Reliability contract
SchemaBrain’s reliability targets, what they cover, and how each one maps to an observable signal in the event bus or the audit log. The numbers are operator-facing promises. They are aspirational at the current release — we publish them so the conversation about reliability is concrete instead of vague.Why publish targets we have not yet defended at scale
SchemaBrain has shipped against a bundled six-table fixture and a fifteen-table real-world schema (Pagila). The local p95 measurements for read-side tools sit well inside the targets below. We have no production-scale measurements yet — that comes when the first donor schema connects. Publishing the targets now serves three purposes:- Contract clarity. Operators know what to expect; we know what to defend.
- Regression budget. Every PR that meaningfully changes a hot path is checked against these numbers. A target burned is a feature frozen.
- Honest framing. The doc tells the truth about what is measured vs. what is assumed. A reliability story you cannot pressure-test is marketing.
SLOs — read-side MCP tools
These tools read from the local SQLite store and the in-process embedding matrix. They do not touch Postgres.| Tool | p95 latency target | Error budget |
|---|---|---|
find_relevant_tables | 250 ms | 0.5 % |
find_relevant_entities | 250 ms | 0.5 % |
describe_table | 50 ms | 0.1 % |
describe_column | 50 ms | 0.1 % |
get_example_queries | 100 ms | 0.5 % |
suggest_joins | 200 ms | 0.5 % |
list_entities | 100 ms | 0.5 % |
list_metrics | 100 ms | 0.5 % |
list_joins | 100 ms | 0.5 % |
describe_entity | 100 ms | 0.5 % |
resolve_join | 150 ms | 0.5 % |
status: error envelopes — status: empty is a
correct response (no matching data), not an error.

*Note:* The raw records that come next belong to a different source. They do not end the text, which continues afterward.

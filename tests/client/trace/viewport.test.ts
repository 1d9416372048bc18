import { describe, expect, it } from 'vitest';
import {
  constrainViewport,
  fitViewport,
  imageToScreen,
  isDrag,
  loupePlace,
  nudgeWithin,
  panBy,
  pinchViewport,
  pickNearest,
  scaleLimits,
  screenToImage,
  VIEWPORT_DEFAULTS,
  wheelZoomFactor,
  zoomAt,
  zoomTo,
  type Viewport,
} from '../../../src/components/trace/viewport';

const image = { width: 1920, height: 1080 };
const canvas = { width: 976, height: 556 };
const wide = { min: 0.01, max: 100 };

describe('viewport coordinates', () => {
  it('maps an image point to the screen and back to the same point when zoomed and panned', () => {
    const view: Viewport = { scale: 3.7, offsetX: -812.25, offsetY: 41.5 };
    for (const p of [{ x: 0, y: 0 }, { x: 123.4, y: 987.6 }, { x: 1919.9, y: 1079.9 }]) {
      const back = screenToImage(view, imageToScreen(view, p));
      expect(back.x).toBeCloseTo(p.x, 10);
      expect(back.y).toBeCloseTo(p.y, 10);
    }
  });

  it('puts image pixel centres where the canvas transform draws them when the scale is 2', () => {
    const view: Viewport = { scale: 2, offsetX: 10, offsetY: 20 };
    // Pixel (3, 4) covers screen [16, 18) × [28, 30); its centre (3.5, 4.5) lands at (17, 29).
    expect(imageToScreen(view, { x: 3.5, y: 4.5 })).toEqual({ x: 17, y: 29 });
    expect(screenToImage(view, { x: 16, y: 28 })).toEqual({ x: 3, y: 4 });
  });
});

describe('fitViewport', () => {
  it('centres the whole frame inside the margin when the canvas is wider than the frame', () => {
    const v = fitViewport(image, canvas, 8);
    const topLeft = imageToScreen(v, { x: 0, y: 0 });
    const bottomRight = imageToScreen(v, { x: image.width, y: image.height });
    expect(topLeft.y).toBeCloseTo(8, 9);
    expect(bottomRight.y).toBeCloseTo(canvas.height - 8, 9);
    expect(topLeft.x).toBeCloseTo(canvas.width - bottomRight.x, 9);
    expect(topLeft.x).toBeGreaterThanOrEqual(8);
  });

  it('falls back to actual size when the canvas has no size yet', () => {
    expect(fitViewport(image, { width: 0, height: 0 })).toEqual({ scale: 1, offsetX: 0, offsetY: 0 });
  });
});

describe('zoomAt', () => {
  it('keeps the image point under the pointer fixed when zooming in and out', () => {
    const start = fitViewport(image, canvas);
    const anchor = { x: 300.5, y: 211.25 };
    const under = screenToImage(start, anchor);
    let v = start;
    for (const f of [1.5, 2, 0.3, 7.25]) {
      v = zoomAt(v, anchor, f, wide);
      const now = screenToImage(v, anchor);
      expect(now.x).toBeCloseTo(under.x, 9);
      expect(now.y).toBeCloseTo(under.y, 9);
    }
  });

  it('stops at the zoom limits and still keeps the pointed pixel fixed when clamped', () => {
    const limits = scaleLimits(image, canvas);
    const start = fitViewport(image, canvas);
    const anchor = { x: 400, y: 300 };
    const under = screenToImage(start, anchor);
    const v = zoomAt(start, anchor, 1e6, limits);
    expect(v.scale).toBe(VIEWPORT_DEFAULTS.maxScale);
    expect(screenToImage(v, anchor).x).toBeCloseTo(under.x, 9);
    const small = zoomAt(start, anchor, 1e-6, limits);
    expect(small.scale).toBeCloseTo(start.scale * VIEWPORT_DEFAULTS.minFitFraction, 12);
  });

  it('returns the view unchanged when the factor is not a positive number', () => {
    const v: Viewport = { scale: 2, offsetX: 5, offsetY: 6 };
    expect(zoomAt(v, { x: 1, y: 1 }, Number.NaN, wide)).toBe(v);
    expect(zoomAt(v, { x: 1, y: 1 }, 0, wide)).toBe(v);
  });

  it('reaches an absolute scale with zoomTo when asked for actual pixels', () => {
    const v = zoomTo(fitViewport(image, canvas), { x: 10, y: 10 }, 1, wide);
    expect(v.scale).toBeCloseTo(1, 12);
  });
});

describe('wheelZoomFactor', () => {
  it('returns to the same scale when the wheel goes forward and back by the same travel', () => {
    const view = fitViewport(image, canvas);
    const anchor = { x: 123, y: 77 };
    const there = zoomAt(view, anchor, wheelZoomFactor(-120), wide);
    const back = zoomAt(there, anchor, wheelZoomFactor(120), wide);
    expect(back.scale).toBeCloseTo(view.scale, 12);
    expect(back.offsetX).toBeCloseTo(view.offsetX, 9);
    expect(back.offsetY).toBeCloseTo(view.offsetY, 9);
  });

  it('zooms in when the wheel moves up and converts line units to pixels when deltaMode is 1', () => {
    expect(wheelZoomFactor(-100)).toBeGreaterThan(1);
    expect(wheelZoomFactor(-3, 1)).toBeCloseTo(wheelZoomFactor(-48), 12);
  });

  it('caps one huge wheel event when a device reports thousands of pixels', () => {
    expect(wheelZoomFactor(-5000)).toBeCloseTo(wheelZoomFactor(-300), 12);
  });
});

describe('panBy and constrainViewport', () => {
  it('moves the image by the screen displacement when panned', () => {
    const v = panBy({ scale: 4, offsetX: 1, offsetY: 2 }, 30, -12);
    expect(v).toEqual({ scale: 4, offsetX: 31, offsetY: -10 });
    expect(screenToImage(v, { x: 31, y: -10 })).toEqual({ x: 0, y: 0 });
  });

  it('keeps part of the frame on screen when panned far away', () => {
    const v = constrainViewport({ scale: 2, offsetX: 1e5, offsetY: -1e5 }, image, canvas, 48);
    expect(v.offsetX).toBe(canvas.width - 48);
    expect(v.offsetY).toBe(48 - image.height * 2);
  });

  it('leaves a view alone when the frame is well inside the canvas', () => {
    const fit = fitViewport(image, canvas);
    expect(constrainViewport(fit, image, canvas)).toEqual(fit);
  });
});

describe('isDrag and pickNearest', () => {
  it('tells a click from a drag by the threshold distance', () => {
    expect(isDrag({ x: 10, y: 10 }, { x: 12, y: 12 })).toBe(false);
    expect(isDrag({ x: 10, y: 10 }, { x: 14, y: 10 })).toBe(true);
  });

  it('picks the nearest point within a screen tolerance that shrinks in image pixels as the zoom grows', () => {
    const points = [{ x: 100, y: 100 }, { x: 104, y: 100 }, { x: 300, y: 50 }];
    const at = { x: 103, y: 100 };
    expect(pickNearest(points, at, { scale: 1, offsetX: 0, offsetY: 0 }, 8)).toBe(1);
    // At scale 8 the tolerance is 1 image pixel: the point 1 px away is still found, 3 px away is not.
    expect(pickNearest(points, { x: 101, y: 100 }, { scale: 8, offsetX: 0, offsetY: 0 }, 8)).toBe(0);
    expect(pickNearest(points, { x: 102, y: 103 }, { scale: 8, offsetX: 0, offsetY: 0 }, 8)).toBe(-1);
  });
});

describe('pinchViewport', () => {
  const start: Viewport = { scale: 0.5, offsetX: 8, offsetY: 8 };
  const under = (v: Viewport, p: { x: number; y: number }) => screenToImage(v, p);

  it('zooms by the ratio of the fingers\' spread and keeps the image point under their midpoint', () => {
    const a0 = { x: 400, y: 300 }, b0 = { x: 500, y: 300 };
    const next = pinchViewport(start, a0, b0, { x: 350, y: 300 }, { x: 550, y: 300 }, wide);
    expect(next.scale).toBeCloseTo(1, 10);
    const before = under(start, { x: 450, y: 300 });
    const after = under(next, { x: 450, y: 300 });
    expect(after.x).toBeCloseTo(before.x, 10);
    expect(after.y).toBeCloseTo(before.y, 10);
  });

  it('pans with the midpoint when the fingers move together without spreading', () => {
    const next = pinchViewport(start, { x: 100, y: 100 }, { x: 200, y: 100 }, { x: 130, y: 60 }, { x: 230, y: 60 }, wide);
    expect(next).toEqual({ scale: 0.5, offsetX: 38, offsetY: -32 });
  });

  it('stays within the zoom limits and ignores fingers on one spot', () => {
    const limits = { min: 0.25, max: 2 };
    expect(pinchViewport(start, { x: 0, y: 0 }, { x: 10, y: 0 }, { x: 0, y: 0 }, { x: 1000, y: 0 }, limits).scale).toBe(2);
    expect(pinchViewport(start, { x: 5, y: 5 }, { x: 5, y: 5 }, { x: 5, y: 5 }, { x: 50, y: 5 }, limits).scale).toBe(0.5);
  });
});

describe('nudgeWithin and loupePlace', () => {
  it('moves a point by whole image pixels, rounded to a tenth, and keeps it on the frame', () => {
    expect(nudgeWithin({ x: 10.04, y: 20 }, 1, -1, image)).toEqual({ x: 11, y: 19 });
    expect(nudgeWithin({ x: 3, y: 1075 }, -10, 10, image)).toEqual({ x: 0, y: 1079.9 });
  });

  it('puts the magnifier above the finger, below it near the top edge, and inside the canvas', () => {
    const c = { width: 390, height: 220 };
    expect(loupePlace({ x: 200, y: 180 }, c, 50, 20)).toEqual({ x: 200, y: 110 });
    expect(loupePlace({ x: 200, y: 40 }, c, 50, 20)).toEqual({ x: 200, y: 110 });
    expect(loupePlace({ x: 5, y: 200 }, c, 50, 20)).toEqual({ x: 50, y: 130 });
  });
});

SLOs — execute-side MCP tools
get_metric is the only tool that emits SQL to the source database.
Its latency is bounded mostly by the Postgres execution time and the
operator’s statement_timeout.
| Tool | p95 latency target | Error budget |
|---|---|---|
get_metric | 1500 ms | 1.0 % |
statement_timeout, which schemabrain serve configures via
--statement-timeout-ms (default 30000ms / 30s; pass 0 to disable).
A query that exceeds it surfaces as status: error from the Postgres
operational error and counts against the error budget.
SLOs — pipeline operations
| Operation | Target | Notes |
|---|---|---|
index throughput | ≥ 100 columns / minute | with default Haiku 4.5 + local embedder |
serve cold-start | < 800 ms | from process start to first tool ready |
| Audit-write success | 99.99 % | failures land in the events log |
What is measured today vs. what is aspirational
| Component | Measurement status |
|---|---|
| Read-side p95 against the bundled fixture | Measured locally; comfortably inside targets |
| Read-side p95 against Pagila (15 tables, 87 columns) | Measured locally; comfortably inside targets |
get_metric p95 against a real schema | Not measured at scale |
index throughput on a 200-table schema | Extrapolated from two anchors; see architecture.md |
| Audit-write success rate | No long-running soak test yet |
How to verify
Every target maps to an event recorded in~/.schemabrain/events.jsonl
(per the event bus introduced in the observability pane) or a row in
the mcp_audit table (per the audit-substrate work).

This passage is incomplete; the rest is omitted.